-- WHAT IS REQUIRED --
Copy, word for word, each line of the data below from the first through the line containing "from scipy import stats", and stop there.

-- EXERCISE MATERIAL --
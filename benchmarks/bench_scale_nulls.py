"""Size and power of the curvature test whose null respects a rounded 1-7 scale.

Linear raters: latent judgment = mean + X b + noise (three standard-normal cues,
b = (.5, .4, .3), noise SD 1, 40 cases each), rounded and clipped to 1..7; the share
of raters with p < .05 is the test's size. Judged by whether its 99.9% binomial
interval overlaps the 4-6% band. Power: the same raters with a planted curve,
latent + 0.25 * (X b)^2. The classical RESET F p-value is printed beside it.

    PYTHONPATH=. python benchmarks/bench_scale_nulls.py
"""

from __future__ import annotations

import time

import numpy as np
from scipy import stats

from calibrate.policy import diagnostics as dg
from calibrate.policy.linalg import grouped_sscp, ols_from_sscp

WEIGHTS = np.array([0.5, 0.4, 0.3])


def one_setting(rng, *, n_raters, n_cases, mean, curve, noise=1.0, n_sim=199, block=250):
    hits = classical_hits = 0
    for start in range(0, n_raters, block):
        G = min(block, n_raters - start)
        X = rng.standard_normal((G * n_cases, 3))
        groups = np.repeat(np.arange(G), n_cases)
        signal = X @ WEIGHTS
        latent = mean + signal + curve * signal**2 + noise * rng.standard_normal(G * n_cases)
        y = np.clip(np.round(latent), 1, 7)
        _, p = dg.scale_reset_p(X, y, groups, G, scale_min=1, scale_max=7, n_sim=n_sim, rng=rng)
        fit = ols_from_sscp(grouped_sscp(np.column_stack([X, y]), groups, G), np.arange(3), 3)
        fitted = fit.intercept[groups] + np.einsum("mi,mi->m", X, fit.coef[groups])
        classical = dg.reset_test(X, y, fitted, groups, G, fit).p_value
        hits += int((p < 0.05).sum())
        classical_hits += int((classical < 0.05).sum())
    return hits, classical_hits


def main(n_raters: int = 1000, seed: int = 2026, n_cases: int = 40, noise: float = 1.0):
    rng = np.random.default_rng(seed)
    print(f"{n_raters} raters x {n_cases} cases, noise SD {noise}")
    for label, mean, curve in (("linear, mean 2.5", 2.5, 0.0), ("linear, mean 4.0", 4.0, 0.0),
                               ("linear, mean 5.5", 5.5, 0.0), ("curve 0.25, mean 4.0", 4.0, 0.25)):
        t0 = time.perf_counter()
        hits, classical = one_setting(rng, n_raters=n_raters, n_cases=n_cases, mean=mean, curve=curve,
                                     noise=noise)
        ci = stats.binomtest(hits, n_raters).proportion_ci(0.999, method="exact")
        print(f"{label:22s}: p < .05 for {hits / n_raters:.3f} (99.9% {ci.low:.3f}-{ci.high:.3f}); "
              f"classical RESET {classical / n_raters:.3f}; {time.perf_counter() - t0:.0f}s", flush=True)


if __name__ == "__main__":
    main()
    main(n_cases=100, noise=0.5)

-- WRITTEN ANSWER --
filename benchmarks/bench_scale_nulls.py
"""Size and power of the curvature test whose null respects a rounded 1-7 scale.

Linear raters: latent judgment = mean + X b + noise (three standard-normal cues,
b = (.5, .4, .3), noise SD 1, 40 cases each), rounded and clipped to 1..7; the share
of raters with p < .05 is the test's size. Judged by whether its 99.9% binomial
interval overlaps the 4-6% band. Power: the same raters with a planted curve,
latent + 0.25 * (X b)^2. The classical RESET F p-value is printed beside it.

    PYTHONPATH=. python benchmarks/bench_scale_nulls.py
"""

from __future__ import annotations

import time

import numpy as np
from scipy import stats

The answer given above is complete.